Brain Tumor Types

Brain tumors are classified as either “primary” or “metastatic.” Primary brain tumors originate in the brain and may spread within the central nervous system (brain and spinal cord). They rarely spread to other parts of the body. There are many different types of primary brain tumor. Some are aggressive and pose an immediate risk to the patient’s health, while some are slow-growing and may not need to be treated right away.

Metastatic brain tumors originate from a cancer in another organ and spread to the brain. For treatment, all brain tumors are classified by the type of cell the tumor resembles, the location of the tumor, whether it is well-circumscribed versus diffuse in nature, the grade of the tumor (WHO grading schema), and increasingly, the molecular or genetic features of the tumor.

At Siteman Cancer Center, our Washington University oncologists and neurosurgeons will identify your tumor correctly and develop a treatment plan tailored to you.

Glioblastoma and other Gliomas

Glioblastomas (WHO Grade IV): Glioblastomas are the most common, primary malignant brain tumors in the adult population but can be seen in any age group. These tumors are challenging to treat even with multidisciplinary treatments (surgery, radiation therapy, and chemotherapy). Improving patient outcomes through clinical trials is an important aspect of the treatment of these tumors. IDH1 mutation can sometimes be seen in these tumors, often in younger adults, and is a relatively favorable marker in terms of prognosis.

Diffuse astrocytomas (WHO Grade II and III): These tumors grow slowly but are infiltrative, which makes it difficult to remove these tumors completely. They therefore require adjuvant therapy in many cases. They also tend to progress to a higher grade—Grade III tumors are called anaplastic astrocytoma, which is associated with faster growth, and occur most often in young adults (30-40 years of age). The IDH1 mutation is often seen in these tumors.

Oligodendrogliomas (WHO Grade II and Grade III): They occur most often in young adults and have infiltrative properties but tend to do better than astrocytomas because the associated molecular alterations (chromosome 1p and 19q co-deletions) appear to make them more slow growing and responsive to therapy. In addition, the IDH1 mutation is almost always seen in these tumors. Grade III tumors are called anaplastic oligodendroglioma.

Pilocytic astrocytomas (WHO Grade I): They grow slowly, are well circumscribed and therefore respond well to surgical resection. Recurrences are rather infrequent in these tumors. These tumors occur more often in children and young adults as compared to older adults.

Ependymomas can be WHO Grades I through III. WHO Grade I tumors are also called sub-ependymomas in the brain and myxopapillary ependymomas in the spinal cord; they generally grow slowly and can often be removed completely by surgery. WHO Grade II tumors are however more common and are often seen in the posterior fossa. These also respond well to surgical resection given their well-circumscribed nature. Sometimes these tumors can undergo malignant transformation and become WHO Grade III anaplastic ependymomas. Adjuvant therapy is required in these patients.

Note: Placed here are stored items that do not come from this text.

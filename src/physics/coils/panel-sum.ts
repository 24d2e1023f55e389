import { gaussLegendre } from '../numerics/quadrature.ts';
import { type FilamentPair, filamentPair } from './filament-pair.ts';
import type { FoldedPiece, RadialPiece } from './offset-density.ts';
import { between, type Panel } from './offset-panels.ts';

const MOST_POINTS = 40;
/** Points that ∫ t⁵ log t takes a natural-log digit, found by trial: 14 for 1e-11. */
const POINTS_PER_DIGIT = 0.55;

/**
 * Gauss-Legendre points for `digits` natural-log digits on [start, start + width], the integrand's nearest singularities being
 * at ±i·`height`: convergence goes as ρ^(−2n), ρ the sum of the half-axes of the ellipse about the interval that passes through
 * them (L. N. Trefethen, Approximation Theory and Approximation Practice, 2013, ch. 19).
 */
function points(start: number, width: number, height: number, digits: number, extra: number): number {
  if (width === 0) return 1;
  const end = start + width;
  const semiAxis = (Math.sqrt(start * start + height * height) + Math.sqrt(end * end + height * height)) / width;
  return Math.min(MOST_POINTS, Math.ceil(digits / (2 * Math.log(axesOf(semiAxis))) + extra));
}

/** Sum of the half-axes of an ellipse with foci ±1 from the greater of them. */
function axesOf(semiAxis: number): number {
  return semiAxis + Math.sqrt(Math.max(0, semiAxis * semiAxis - 1));
}

/**
 * The running sums of M/µ0 and (dM/dz)/µ0 over the panels of the offsets (δ, z).
 *
 * - A panel clear of the origin has a product rule.
 * - One with a corner at the origin is cut into two triangles, each integrated outwards from the origin (M. G. Duffy, SIAM J. Numer.
 *   Anal. 19 (1982) 1260-1262) over a distance that is taken as t³, which leaves t⁵ log t of the singularity.
 * - The mean over the radii has a rule of its own at each δ, in the cube root where it comes near the axis: there M goes as
 *   r̄ log r̄, with r̄ = r + δ/2 the mean of both radii, and that becomes t⁵ log t as well.
 */
export class PanelSum {
  mutual = 0;
  slope = 0;
  /** Build over outer radius of the fatter section: how far the low powers of the radii in M vary over it. */
  readonly #fatness: number;
  readonly #withSlope: boolean;
  readonly #pair: FilamentPair = { mutual: 0, slope: 0 };
  /** The rule in the smaller radius that is in use. */
  readonly #radii = new Float64Array(MOST_POINTS);
  readonly #weights = new Float64Array(MOST_POINTS);
  #radiusCount = 0;

  constructor(fatness: number, withSlope: boolean) {
    this.#fatness = fatness;
    this.#withSlope = withSlope;
  }

  /** A panel clear of the origin, to `digits` natural-log digits. */
  addPanel({ radial, axial }: Panel, digits: number): void {
    const radialPoints = Math.max(
      points(radial.start, radial.width, axial.start, digits, 1 + 2 * this.#fatness),
      radial.width === 0 ? 1 : this.#pointsForPowers(digits, 4),
    );
    const radialRule = gaussLegendre(radialPoints);
    // One point more for the fall of M with distance, or for the slope's poles.
    const fall = axial.start > 0 || this.#withSlope ? 2 : 1;
    const axialRule = gaussLegendre(points(axial.start, axial.width, radial.start, digits, fall));
    for (let i = 0; i < radialPoints; i++) {
      const s = (1 + radialRule.nodes[i]!) / 2;
      this.#placeRadii(radial, s, axial.start, digits);
      for (let j = 0; j < axialRule.nodes.length; j++) {
        const t = (1 + axialRule.nodes[j]!) / 2;
        this.#addPoint(radial, s, axial, t, (radialRule.weights[i]! * axialRule.weights[j]!) / 4);
      }
    }
  }

  /** A panel with a corner at the origin; where one side has no width, a line from it. */
  addCorner(panel: Panel, digits: number): void {
    const { radial, axial } = panel;
    if (radial.width === 0 || axial.width === 0) {
      this.#addLine(panel, digits);
      return;
    }
    const outward = gaussLegendre(Math.max(2, Math.ceil(digits * POINTS_PER_DIGIT)));
    const acrossAxial = gaussLegendre(points(0, 1, radial.width / axial.width, digits, 1));
    const acrossRadial = gaussLegendre(points(0, 1, axial.width / radial.width, digits, 1));
    for (let i = 0; i < outward.nodes.length; i++) {
      const t = (1 + outward.nodes[i]!) / 2;
      const u = t ** 3;
      const step = (outward.weights[i]! / 4) * 3 * t * t * u;
      this.#placeRadii(radial, u, 0, digits);
      for (let j = 0; j < acrossAxial.nodes.length; j++) {
        const v = (u * (1 + acrossAxial.nodes[j]!)) / 2;
        this.#addPoint(radial, u, axial, v, step * acrossAxial.weights[j]!);
      }
      for (let j = 0; j < acrossRadial.nodes.length; j++) {
        const v = (u * (1 + acrossRadial.nodes[j]!)) / 2;
        this.#placeRadii(radial, v, 0, digits);
        this.#addPoint(radial, v, axial, u, step * acrossRadial.weights[j]!);
      }
    }
  }

  /** Along a line there is one power of the distance less, so it is taken as t⁶. */
  #addLine({ radial, axial }: Panel, digits: number): void {
    const outward = gaussLegendre(Math.max(2, Math.ceil(digits * POINTS_PER_DIGIT)));
    for (let i = 0; i < outward.nodes.length; i++) {
      const t = (1 + outward.nodes[i]!) / 2;
      this.#placeRadii(radial, t ** 6, 0, digits);
      this.#addPoint(radial, t ** 6, axial, t ** 6, (outward.weights[i]! / 2) * 6 * t ** 5);
    }
  }

  /** Adds the kernel at fractions `s` and `t` of the panel's sides, averaged over the placed radii. */
  #addPoint(radial: RadialPiece, s: number, axial: FoldedPiece, t: number, weight: number): void {
    const offset = radial.start + radial.width * s;
    const height = axial.start + axial.width * t;
    let mutual = 0;
    let slope = 0;
    for (let k = 0; k < this.#radiusCount; k++) {
      filamentPair(this.#radii[k]!, offset, height, this.#withSlope, this.#pair);
      mutual += this.#weights[k]! * this.#pair.mutual;
      slope += this.#weights[k]! * this.#pair.slope;
    }
    const radialWeight = weight * sideWeight(radial.width, radial.density, s);
    this.mutual += radialWeight * sideWeight(axial.width, axial.density, t) * mutual;
    this.slope += radialWeight * sideWeight(axial.width, axial.oddDensity, t) * slope;
  }

  /** Rule for the mean over the smaller radius at fraction `s` of the radial side, on a panel that begins at axial offset `height`. */
  #placeRadii(radial: RadialPiece, s: number, height: number, digits: number): void {
    const low = between(radial.lower, s);
    const extent = between(radial.upper, s) - low;
    if (!(extent > 0)) {
      this.#radiusCount = 1;
      this.#radii[0] = low;
      this.#weights[0] = 1;
      return;
    }
    const halfOffset = (radial.start + radial.width * s) / 2;
    const direct = Math.max(
      points(low + halfOffset, extent, height / 2, digits, 1 + 2 * this.#fatness),
      this.#pointsForPowers(digits, 3),
    );
    const lowRoot = Math.cbrt(low + halfOffset);
    const rootExtent = Math.cbrt(low + extent + halfOffset) - lowRoot;
    const byRoot = Math.min(
      points(lowRoot, rootExtent, Math.cbrt(height / 2), digits, 3),
      Math.max(2, Math.ceil(digits * POINTS_PER_DIGIT)),
    );
    // Roots that are close together would lose their difference to rounding.
    const useRoot = byRoot < direct && low + halfOffset < (low + extent + halfOffset) / 4;
    const rule = gaussLegendre(useRoot ? byRoot : direct);
    this.#radiusCount = rule.nodes.length;
    for (let k = 0; k < this.#radiusCount; k++) {
      const t = (1 + rule.nodes[k]!) / 2;
      const root = lowRoot + rootExtent * t;
      this.#radii[k] = useRoot ? root ** 3 - halfOffset : low + extent * t;
      this.#weights[k] = (rule.weights[k]! / 2) * (useRoot ? (3 * root * root * rootExtent) / extent : 1);
    }
  }

  /** Points for the powers of the radii alone, at most `most`: with those the rule is exact for r₁²r₂² and its weights. */
  #pointsForPowers(digits: number, most: number): number {
    return Math.min(most, Math.ceil(digits / (2 * Math.log(axesOf(2 / this.#fatness - 1))) + 1));
  }
}

/** Density times width at a fraction of the side: what a rule on (0, 1) weighs. */
function sideWeight(width: number, density: readonly [number, number], fraction: number): number {
  return width === 0 ? 1 : width * between(density, fraction);
}
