import { VACUUM_PERMEABILITY_H_PER_M } from '../constants.ts';
import { InvalidQuantity } from '../invalid-quantity.ts';
import type { Method } from '../method.ts';
import { currentSheetInductance_H } from './nagaoka.ts';
import { stackedRingsInductance_H } from './stacked-rings.ts';

/** A single-layer coil: `diameter_m` from wire centre to wire centre, `length_m` = turns × pitch. */
export interface Solenoid {
  readonly shape: 'solenoid';
  readonly turns: number;
  readonly diameter_m: number;
  readonly length_m: number;
  readonly wireDiameter_m?: number;
}

/** Rounding that a length computed as turns × wire diameter may carry. */
const TOUCHING = 1e-9;

/**
 * Low-frequency inductance in H of a single-layer coil in air.
 *
 * Without `wireDiameter_m` the ideal current sheet (`currentSheetInductance_H`, to rounding). With it the sum over coaxial
 * rings of round wire with uniform current density (`stackedRingsInductance_H`), of any number of turns.
 *
 * Throws `InvalidQuantity` at `/wireDiameter_m` where the wire is not thinner than the coil, and at `/length_m` where the
 * turns do not fit side by side.
 */
export function solenoidInductance(coil: Solenoid): { inductance_H: number; method: Method } {
  const { turns, diameter_m, length_m, wireDiameter_m } = coil;
  if (wireDiameter_m === undefined) {
    const inductance_H = currentSheetInductance_H(turns, diameter_m, length_m);
    return { inductance_H, method: sheetMethod(coil, inductance_H) };
  }
  if (wireDiameter_m >= diameter_m) {
    throw new InvalidQuantity('/wireDiameter_m', `must be less than the coil's diameter of ${diameter_m} m`);
  }
  if (turns * wireDiameter_m > length_m * (1 + TOUCHING)) {
    throw new InvalidQuantity(
      '/length_m',
      `must be at least turns × wire diameter, ${turns * wireDiameter_m} m: the turns of a single layer lie side by side`,
    );
  }
  const inductance_H = stackedRingsInductance_H(turns, length_m / turns, diameter_m / 2, wireDiameter_m / 2);
  return { inductance_H, method: ringsMethod(coil, wireDiameter_m, inductance_H) };
}

/**
 * What a helix has and neither a sheet nor a stack of rings has, relative to the inductance.
 *
 * - Its current also runs along the axis, as in a tube of the coil's length: (µ0 l/2π) ln(2l/a), with asinh so that it is
 *   an upper bound for short coils too. It is all there where the return conductor is far off, less where it is near.
 * - Its turns do not close: 0.2·tan ψ/N of the inductance, ψ the pitch angle, and 0.012·sin²(πN)/N^1.5 where the number of
 *   turns is not whole. Both are bounds read off Neumann's integral along the helix (test/fixtures/scipy/helix.py).
 */
function helixError({ turns, diameter_m, length_m }: Solenoid, inductance_H: number): number {
  const axial = ((VACUUM_PERMEABILITY_H_PER_M * length_m) / (2 * Math.PI)) * Math.asinh((2 * length_m) / diameter_m);
  const pitchSlope = length_m / (turns * Math.PI * diameter_m);
  const open = (0.2 * pitchSlope) / turns + (0.012 * Math.sin(Math.PI * turns) ** 2) / turns ** 1.5;
  return axial / inductance_H + open;
}

/**
 * The sheet against round wire: −µ0 a N (G + H), with G = 5/4 − ln(2 pitch/wire) and 0 ≤ H < 0.338 (Rosa and Grover,
 * NBS Scientific Paper 169, from memory); below 0.9 in magnitude for a pitch of one to four wire diameters. And the direct
 * current's own distribution over the wire (see `ringsMethod`), which is at most as thick as the pitch.
 */
function sheetMethod(coil: Solenoid, inductance_H: number): Method {
  const wire = (0.9 * VACUUM_PERMEABILITY_H_PER_M * coil.turns * coil.diameter_m) / 2 / inductance_H;
  const thickest = Math.min(1, coil.length_m / coil.turns / coil.diameter_m);
  return {
    name: 'cylindrical current sheet',
    references: [
      'L. Lorenz, Annalen der Physik 243 (1879) 161',
      'H. Nagaoka, The inductance coefficients of solenoids, J. Coll. Sci. Tokyo 27(6) (1909)',
    ],
    relativeError: wire + 0.75 * thickest ** 2 + helixError(coil, inductance_H),
    validity:
      'single layer, air, low frequency; the error covers round wire at a pitch of one to four wire diameters, give the wire diameter to resolve it',
  };
}

/**
 * 0.75 ε²: uniform current density against the direct current's, which falls as 1/r across a bent wire, and 3e-3 ε⁴: the
 * equivalent filaments that the rings are summed by; ε = wire/coil diameter. Both read off quadrature over the sections
 * (test/fixtures/scipy/rings.py).
 */
function ringsMethod(coil: Solenoid, wireDiameter_m: number, inductance_H: number): Method {
  const ratio = wireDiameter_m / coil.diameter_m;
  const section = 0.75 * ratio ** 2 + 3e-3 * ratio ** 4;
  return {
    name: 'sum over coaxial rings of round wire',
    references: [
      'J. C. Maxwell, A Treatise on Electricity and Magnetism (1873), art. 701',
      'E. B. Rosa and F. W. Grover, NBS Scientific Paper 169 (1916)',
    ],
    relativeError: section + helixError(coil, inductance_H),
    validity:
      'single layer of bare round wire, air, current spread evenly over the wire (low frequency); the error covers the helix against rings, return conductor far off',
  };
}
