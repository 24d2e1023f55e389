/**
 * Neumann's double integral of two concentric, parallel regular polygons of straight filaments, in closed form.
 */
import { parallelFilaments_m } from './round-bars.ts';

/** ∫∫ ds dt/r in m of two parallel filaments whose middles are abreast, of half lengths h₁ and h₂ (their sum and difference given). */
function parallel(halfSum: number, halfDifference: number, distance: number): number {
  const far = Math.sqrt(halfSum * halfSum + distance * distance);
  const near = Math.sqrt(halfDifference * halfDifference + distance * distance);
  const logarithms =
    halfSum * Math.asinh(halfSum / distance) -
    (halfDifference === 0 ? 0 : halfDifference * Math.asinh(halfDifference / distance));
  return 2 * (logarithms - ((halfSum - halfDifference) * (halfSum + halfDifference)) / (far + near));
}

/** asinh(x₁/d) − asinh(x₀/d) as one logarithm, given r = √(x² + d²); of each pair x ± r the sum that does not cancel. */
function asinhDifference(x1: number, r1: number, x0: number, r0: number, d2: number): number {
  if (x0 >= 0) return Math.log((x1 + r1) / (x0 + r0));
  if (x1 <= 0) return Math.log((r0 - x0) / (r1 - x1));
  return Math.log(((x1 + r1) * (r0 - x0)) / d2);
}

/**
 * ∫∫ ds dt/r in m of two filaments at angle θ, s and t counted from the feet of their lines' common perpendicular z ≥ 0:
 * r² = s² + t² − 2st cos θ + z². From the antiderivative s asinh((t − s cos θ)/√(s² sin² θ + z²)) + (s and t exchanged) −
 * (z/sin θ) atan((z² cos θ + st sin² θ)/(z r sin θ)), G. A. Campbell, "Mutual inductances of circuits composed of straight
 * wires", Physical Review 5 (1915) 452-458 (from memory), whose differences are taken before they can cancel.
 */
function skew(s0: number, s1: number, t0: number, t1: number, cosine: number, sine: number, z: number): number {
  const z2 = z * z;
  const bend = 2 * (1 - cosine);
  const r00 = Math.sqrt((s0 - t0) * (s0 - t0) + bend * s0 * t0 + z2);
  const r01 = Math.sqrt((s0 - t1) * (s0 - t1) + bend * s0 * t1 + z2);
  const r10 = Math.sqrt((s1 - t0) * (s1 - t0) + bend * s1 * t0 + z2);
  const r11 = Math.sqrt((s1 - t1) * (s1 - t1) + bend * s1 * t1 + z2);
  const sine2 = sine * sine;
  // An end at the lines' crossing (s or t nought) has no term of its own.
  const along = (x: number, a1: number, ra1: number, a0: number, ra0: number) =>
    x === 0 ? 0 : x * asinhDifference(a1 - x * cosine, ra1, a0 - x * cosine, ra0, x * x * sine2 + z2);
  let value = along(s1, t1, r11, t0, r10) - along(s0, t1, r01, t0, r00);
  value += along(t1, s1, r11, s0, r01) - along(t0, s1, r10, s0, r00);
  if (z > 0) {
    const corner = (s: number, t: number, r: number) => Math.atan2(z2 * cosine + s * t * sine2, z * r * sine);
    value -= (z / sine) * (corner(s1, t1, r11) - corner(s0, t1, r01) - corner(s1, t0, r10) + corner(s0, t0, r00));
  }
  return value;
}

/**
 * ∮∮ dl·dl'/r in m of two coaxial regular polygons of `sides` sides, alike in attitude: inscribed radii mean ± difference/2,
 * planes z ≥ 0 apart (m). Times µ0/4π it is their mutual inductance. The radii come as mean and difference so that polygons that
 * all but coincide keep every digit; difference and z must not both be 0.
 * By symmetry one side is paired with all sides of the other polygon: the parallel ones, and the skew ones two by two.
 *
 * | domain (3..8 sides; mpmath at 30 digits, the potential of one integrated along the other) | worst relative error |
 * |--------------------------------------------------------------------------------------------|----------------------|
 * | radii within a factor of 3, gaps and z from 1e-9 of them to 1                              | 2e-14                |
 * | radii a factor of 19, or z ten times the radius                                            | 4e-13                |
 * | radii a factor of 200: the sides' parts cancel, by the square of the ratio                 | 3e-11                |
 */
export function concentricPolygons_m(sides: number, mean_m: number, difference_m: number, z_m: number): number {
  const step = (2 * Math.PI) / sides;
  const tangent = Math.tan(step / 2);
  const u = Math.abs(difference_m);
  const gap = Math.sqrt(u * u + z_m * z_m);
  let side = parallel(2 * mean_m * tangent, u * tangent, gap);
  if (sides % 2 === 0) side -= parallel(2 * mean_m * tangent, u * tangent, Math.sqrt(4 * mean_m * mean_m + z_m * z_m));
  const outer = mean_m + u / 2;
  const inner = mean_m - u / 2;
  for (let j = 1; 2 * j < sides; j++) {
    if (4 * j === sides) continue;
    const [cosine, sine] = [Math.cos(j * step), Math.sin(j * step)];
    // Ends of the two sides from the point where their lines cross: (u + r (cos θ − 1 ± tan sin θ))/sin θ. At the corner that
    // adjacent sides share the bracket is nought, and u/sin θ is exact.
    const here = j === 1 ? 0 : cosine - 1 + tangent * sine;
    const there = cosine - 1 - tangent * sine;
    const s1 = (u + outer * here) / sine;
    const s0 = (u + outer * there) / sine;
    const t0 = (u - inner * here) / sine;
    const t1 = (u - inner * there) / sine;
    side += 2 * cosine * skew(s0, s1, t0, t1, cosine, sine, z_m);
  }
  return sides * side;
}

/**
 * Neumann's integral of a part of a regular polygon's turn with itself, over that of the whole turn: `share` of the perimeter
 * from a corner on, two filaments of inscribed radius 1 in planes `offset` (the geometric mean distance of the section) apart.
 *
 * Against quadrature along the sides (mpmath, 30 digits), 4 to 8 sides, shares 0.01..0.99, offset 1e-6..0.3: within 3e-15.
 */
export function polygonPartShare(sides: number, share: number, offset: number): number {
  return polygonPart(sides, share, offset) / polygonPart(sides, 1, offset);
}

/** ∫∫ ds dt/r in m of filaments on opposite sides, 2 apart and `offset` out of plane, both from −half, to a and b on their own sides. */
function opposite(half: number, a: number, b: number, offset: number): number {
  const distance = Math.sqrt(4 + offset * offset);
  const f = (x: number) => x * Math.asinh(x / distance) - Math.sqrt(x * x + distance * distance);
  return f(a + b) + f(2 * half) - f(a - half) - f(b - half);
}

function polygonPart(sides: number, share: number, offset: number): number {
  const step = (2 * Math.PI) / sides;
  const half = Math.tan(step / 2);
  const begun = Math.ceil(share * sides);
  // Where the last side begun ends; the others end at half.
  const end = half * (2 * (share * sides - begun) + 1);
  let sum = 0;
  for (let i = 0; i < begun; i++) {
    const a = i === begun - 1 ? end : half;
    for (let j = 0; j < begun; j++) {
      const b = j === begun - 1 ? end : half;
      const turn = j - i;
      if (turn === 0) sum += parallelFilaments_m(half + a, offset);
      else if (2 * Math.abs(turn) === sides) sum -= opposite(half, a, b, offset);
      else {
        // The lines cross tan(θ/2) beyond the middle of the one, as far before that of the other.
        const crossing = Math.tan((turn * step) / 2);
        const [cosine, sine] = [Math.cos(turn * step), Math.abs(Math.sin(turn * step))];
        sum += cosine * skew(-half - crossing, a - crossing, -half + crossing, b + crossing, cosine, sine, offset);
      }
    }
  }
  return sum;
}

Additional glioma types also exist, and, as mentioned above, are increasingly classified by their molecular or genetic characteristics, such as ganglioglioma and diffuse midline glioma.

Learn more about glioblastoma.

Learn more about other gliomas.

Meningiomas

Meningiomas arise in the meninges and more commonly occur in women. They are the most common primary brain tumors—greater than 33% of all primary brain tumors.

WHO Grade I meningiomas are slow-growing and benign.

WHO Grade II and III meningiomas have more aggressive clinical behavior because of their tendency to recur. WHO Grade III meningiomas are also associated with increased mortality and are more common in men.

Learn more about meningiomas.

Pituitary tumors

Pituitary adenoma is a very common benign intracranial tumor seen in adults and is thought to occur in as many as 1 in 6 people. It can be functional (with endocrine symptoms and signs) or nonfunctional, or it can be micro- or macro-adenoma depending on its size (less than or greater than 1 cm, respectively). Functional ones tend to present earlier because of their endocrine symptoms and therefore are usually small at the time of presentation. In contrast, nonfunctional ones tend to present as macroadenomas with visual deficits. Surgical resection is often the frontline treatment for growing nonfunctional adenomas and many functional adenomas. Medical treatment plays an important role, particularly in prolactinomas, where it is considered frontline, but other functional adenomas may also benefit from medical therapy. Radiation therapy can also be an option.

Learn more about pituitary tumors.

Vestibular schwannoma (Acoustic neuroma)

These are benign tumors which form on the vestibular nerve and look like growths of Schwann cells, which normally support peripheral nerves.

Learn more about vestibular schwannomas.

Metastatic Brain Tumors

Metastatic brain tumors originate from a cancer in another organ and spread to the brain. The types of cancer that commonly spread to the brain are cancers of the lung, breast, skin (melanoma), and colon. These can present as solitary or multiple brain lesions. Treatment is variable and should be tailored to the specific patient, ranging from surgery to radiation therapy to medical treatment.